I'm reading a guide for back-propagation of a neural net, and it gives the error function as:
Next work out the error for neuron B. The error is What you want – What you actually get, in other words: ErrorB = OutputB (1-OutputB)(TargetB – OutputB)
But then, underneath that it says:
The “Output(1-Output)” term is necessary in the equation because of the Sigmoid Function – if we were only using a threshold neuron it would just be (Target – Output).

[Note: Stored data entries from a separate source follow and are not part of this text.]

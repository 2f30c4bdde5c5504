"""Numbers into text: what is rounded, how, and what is never printed."""

from __future__ import annotations

import math
import re

import pytest
from hypothesis import given
from hypothesis import strategies as st

from robustrm._format import (
    Style,
    aligned,
    bounded,
    capital,
    counted,
    declared,
    fixed,
    interval_phrase,
    level_text,
    listing,
    number,
    p_cell,
    p_phrase,
    p_range,
    percent,
    restyled,
    span,
    statistic_phrase,
    width,
)


@pytest.mark.parametrize(
    ("value", "text"),
    [
        (0.0, "0"), (1.0, "1.00"), (0.7123, "0.712"), (-3.14159, "−3.14"), (123456.0, "123456"),
        (1e-4, "0.000100"), (1.5e-7, "1.50e−07"), (2.5e7, "2.50e+07"), (None, "–"),
        (math.nan, "–"), (math.inf, "∞"), (-math.inf, "−∞"),
    ],
)  # fmt: skip
def test_number(value: float | None, text: str):
    assert number(value) == text


@given(st.floats(1e-4, 1e5))
def test_a_number_is_within_half_a_digit(value: float):
    shown = number(value)
    assert float(shown) == pytest.approx(value, rel=5.01e-3)


@pytest.mark.parametrize("style", ["medical", "apa"])
@given(p=st.floats(5e-324, 1.0))
def test_p_is_never_zero(style: Style, p: float):
    text = p_cell(p, style)
    assert re.fullmatch(r"< 0?\.001|0?\.\d{3}|1\.000", text)
    assert float(text.removeprefix("< ")) > 0


@pytest.mark.parametrize(
    ("p", "medical", "apa"),
    [
        (0.000999, "< 0.001", "< .001"), (0.001, "0.001", ".001"), (0.0132, "0.013", ".013"),
        (1.0, "1.000", "1.000"), (None, "–", "–"), (math.nan, "–", "–"),
        # exact p values of sign tests end in a half: 1/16, 3/16
        (0.0625, "0.063", ".063"), (0.1875, "0.188", ".188"),
    ],
)  # fmt: skip
def test_p_cell(p: float | None, medical: str, apa: str):
    assert p_cell(p) == medical
    assert p_cell(p, "apa") == apa


def test_p_phrases():
    assert p_phrase(0.0132) == "P = 0.013"
    assert p_phrase(1e-9, "apa") == "p < .001"
    assert p_range(0.006, 0.008) == "P = 0.006 to 0.008"
    assert p_range(0.006, 0.006, "apa") == "p = .006"


def test_restyled_moves_every_p_and_nothing_else():
    text = "P = 0.013, W = 0.500, P < 0.001, P = 1.000, MAP = 0.2"
    assert restyled(text, "apa") == "p = .013, W = 0.500, p < .001, p = 1.000, MAP = 0.2"
    assert restyled(text, "medical") == text


@pytest.mark.parametrize(
    ("value", "medical", "apa"),
    [(0.714, "0.71", ".71"), (-0.5, "−0.50", "−.50"), (1.0, "1.00", "1.00"), (None, "–", "–")],
)
def test_bounded(value: float | None, medical: str, apa: str):
    assert bounded(value) == medical
    assert bounded(value, "apa") == apa


def test_statistics_carry_their_degrees_of_freedom():
    assert statistic_phrase("F", (3, 36), 4.123) == "F(3, 36) = 4.12"
    assert statistic_phrase("F", (1.6234, 17.857), 4.123) == "F(1.62, 17.86) = 4.12"
    assert statistic_phrase("T⁺", (), 91.0) == "T⁺ = 91.00"
    assert statistic_phrase("t", (11.0,), -2.5) == "t(11) = −2.50"


def test_intervals():
    assert span(0.52, 0.934) == "0.520 to 0.934"
    assert span(None, 0.934) == "not estimable"
    assert interval_phrase(0.95, 0.52, 0.934) == "95% CI 0.520 to 0.934"
    assert interval_phrase(0.96875, 0.52, 0.934, "apa") == "96.9% CI [0.520, 0.934]"
    assert interval_phrase(0.95, None, None) == "interval not estimable"


def test_small_pieces():
    assert fixed(-1.005, 1) == "−1.0"
    assert declared(0.3) == "0.3"
    assert declared(None) == "–"
    assert percent(0.0825) == "8%"
    assert level_text(0.975) == "97.5%"
    assert capital("week 0") == "Week 0"
    assert counted(1, "subject") == "1 subject"
    assert counted(0, "fish", "fish") == "0 fish"
    assert listing([]) == ""
    assert listing(list("abcdefghij"), limit=3) == "a, b, c and 7 more"


def test_columns_align_whatever_the_script():
    lines = aligned(["label", "n", "why"], [["第0週", "12", "in"], ["e\u0301", "3", "out"]],
                    words=(0, 2)).splitlines()  # fmt: skip
    # the number column is right-aligned: every row has the same width up to its end
    ends = [width(line[: line.index(cell) + len(cell)]) for line, cell in
            zip([lines[0], *lines[2:]], ["n", "12", "3"], strict=True)]  # fmt: skip
    assert len(set(ends)) == 1
    assert lines[1] == "─────  ──  ───"
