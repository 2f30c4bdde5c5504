"""Every public name explains itself in the numpydoc form; nothing is skipped."""

from __future__ import annotations

import inspect
from collections.abc import Iterator

import pytest
from numpydoc.validate import validate

import robustrm

# The rules of numpydoc that are not ours, each with its reason.
NOT_OURS = {
    "ES01": "an extended summary is written where there is more to say",
    "EX01": "examples are asked for below, of functions",
    "GL01": "the summary stands on the line of the opening quotes (ruff D212 form)",
    "GL02": "a docstring of one line closes on that line",
    "SA01": "the guide and the registry lead from method to method",
    "SS05": "a summary may be the question that is answered, not only an order",
}
# A method of a class is often one sentence; it is held to the rules about that sentence, and to
# naming only parameters that exist.
OF_METHODS = {"GL08", "PR02", "SS01", "SS02", "SS03", "SS04", "SS06"}


def public(kind: type | None = None) -> list[str]:
    values = {name: getattr(robustrm, name) for name in robustrm.__all__}
    wanted = inspect.isclass if kind is type else inspect.isfunction
    return sorted(name for name, value in values.items() if wanted(value))


def members() -> Iterator[str]:
    """Return the public methods and properties that the public classes define themselves."""
    for name in public(type):
        for member, value in vars(getattr(robustrm, name)).items():
            described = isinstance(value, property | classmethod | staticmethod)
            if not member.startswith("_") and (described or inspect.isfunction(value)):
                yield f"{name}.{member}"


def complaints(name: str) -> list[tuple[str, str]]:
    return [tuple(error) for error in validate(name)["errors"]]


def test_there_is_something_to_read():
    assert public()
    assert public(type)


@pytest.mark.parametrize("name", [*public(), *public(type)])
def test_a_public_name_is_documented(name: str):
    found = complaints(f"robustrm.{name}")
    assert [error for error in found if error[0] not in NOT_OURS] == []


@pytest.mark.parametrize("name", public())
def test_a_public_function_has_an_example(name: str):
    assert [error for error in complaints(f"robustrm.{name}") if error[0] == "EX01"] == []


@pytest.mark.parametrize("name", list(members()))
def test_a_public_method_is_documented(name: str):
    found = complaints(f"robustrm.{name}")
    assert [error for error in found if error[0] in OF_METHODS] == []
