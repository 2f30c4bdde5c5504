"""Level and power by simulation: the batched tests are the methods, and the evidence holds.

Expected p values come from the methods on the same data, from the engine's exact laws, and from
every arrangement of small tables.
"""

from __future__ import annotations

import itertools
import re
from dataclasses import replace
from pathlib import Path

import numpy as np
import pytest
from hypothesis import given
from hypothesis import strategies as st
from scipy import stats

import robustrm as rm
from robustrm.errors import ArgumentError
from robustrm.kernels.null.engine import law, tail
from robustrm.kernels.null.forms import centring, linear
from robustrm.kernels.null.tables import permutation_tables, sign_tables
from robustrm.kernels.scores import mean_scores
from robustrm.methods.adjusting import adjusted
from robustrm.methods.registry import method
from robustrm.simulation import Design, draw
from robustrm.trials import evidence
from robustrm.trials.__main__ import main
from robustrm.trials.families import (
    CLOSED,
    FAMILIES,
    adjusted_p_values,
    all_pairs,
    closed_p,
    holm_p,
)
from robustrm.trials.level import (
    ALPHA,
    Row,
    Run,
    cells_a,
    cells_b,
    cells_c,
    family_rows,
    is_asked,
    is_inside,
    level_rows,
    mean_level,
    standard_error,
    with_limits,
    z_of,
)
from robustrm.trials.p_values import (
    MIRRORED,
    OMNIBUS,
    PAIRS,
    PERMUTED,
    TESTS,
    needs_draws,
    p_values,
    p_values_of,
)

EVIDENCE = Path(__file__).resolve().parents[1] / "docs" / "evidence"


def table_of(values: np.ndarray) -> rm.OccasionTable:
    labels = [f"visit {j}" for j in range(values.shape[1])]
    return rm.OccasionTable.from_array(values, occasions=labels)


def ends(table: rm.OccasionTable) -> tuple[str, ...]:
    return (table.occasions[0], table.occasions[-1])


def rounded(n: int, k: int, seed: int, decimals: int = 2) -> np.ndarray:
    return np.round(draw(Design(n=n, k=k), 1, seed=seed)[0], decimals)


def within_monte_carlo(p_drawn, p_exact, draws: int) -> bool:
    """Whether drawn p values lie in the central 1 − 1e-5 of their binomial law."""
    hits = np.rint(np.asarray(p_drawn) * (draws + 1) - 1)
    low, high = stats.binom.interval(1 - 1e-5, draws, np.clip(p_exact, 0, 1))
    return bool(((low <= hits) & (hits <= high)).all())


# ── the batched tests are the methods ─────────────────────────────────────────────────────


@pytest.mark.parametrize("test", [*PERMUTED, *MIRRORED])
@pytest.mark.parametrize(("n", "k", "decimals"), [(7, 3, 2), (6, 4, 0), (9, 5, 15)])
def test_scores_are_those_of_the_method(test: str, n: int, k: int, decimals: int):
    values = rounded(n, k, seed=n, decimals=decimals)
    table = table_of(values)
    on = ends(table) if test in PAIRS else ()
    problem = method(test).module().problem(table, *on)
    # the method puts rows in canonical order and may use another unit: compare sorted shares
    ours = {**PERMUTED, **MIRRORED}[test](values).reshape(n, -1)
    theirs = np.asarray(problem.scores).reshape(n, -1)
    ours, theirs = (rows / max(np.abs(rows).max(), 1e-9) for rows in (ours, theirs))
    ours, theirs = (rows[np.lexsort(np.round(rows, 6).T)] for rows in (ours, theirs))
    np.testing.assert_allclose(ours, theirs, atol=1e-9)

I am in fact using the sigmoid function for my net, but I'd like to write things to be as general as possible. I thought of trying something like this:
public List<Double> calcError(List<Double> expectedOutput, UnaryOperator<Double> derivative) {
List<Double> actualOutput = outputLayer.getActivations();
List<Double> errors = new ArrayList<Double>();
for (int i = 0; i < actualOutput.size(); i++) {
errors.add(
derivative.apply(actualOutput.get(i)) * (expectedOutput.get(i) - actualOutput.get(i))
);
}
return errors;
}
Where I allow the caller to pass in the derivative (I think that's what it's called), so the error can be calculated for any activation function.
The problem is, I haven't learned calculus yet, and don't even know if this makes sense. Can I have the derivative passed in like this and still have it give accurate results? Or will the error calculation change depending on activation function/derivative used?
I wasn't sure if this should be put in the Math SE; as it contains code.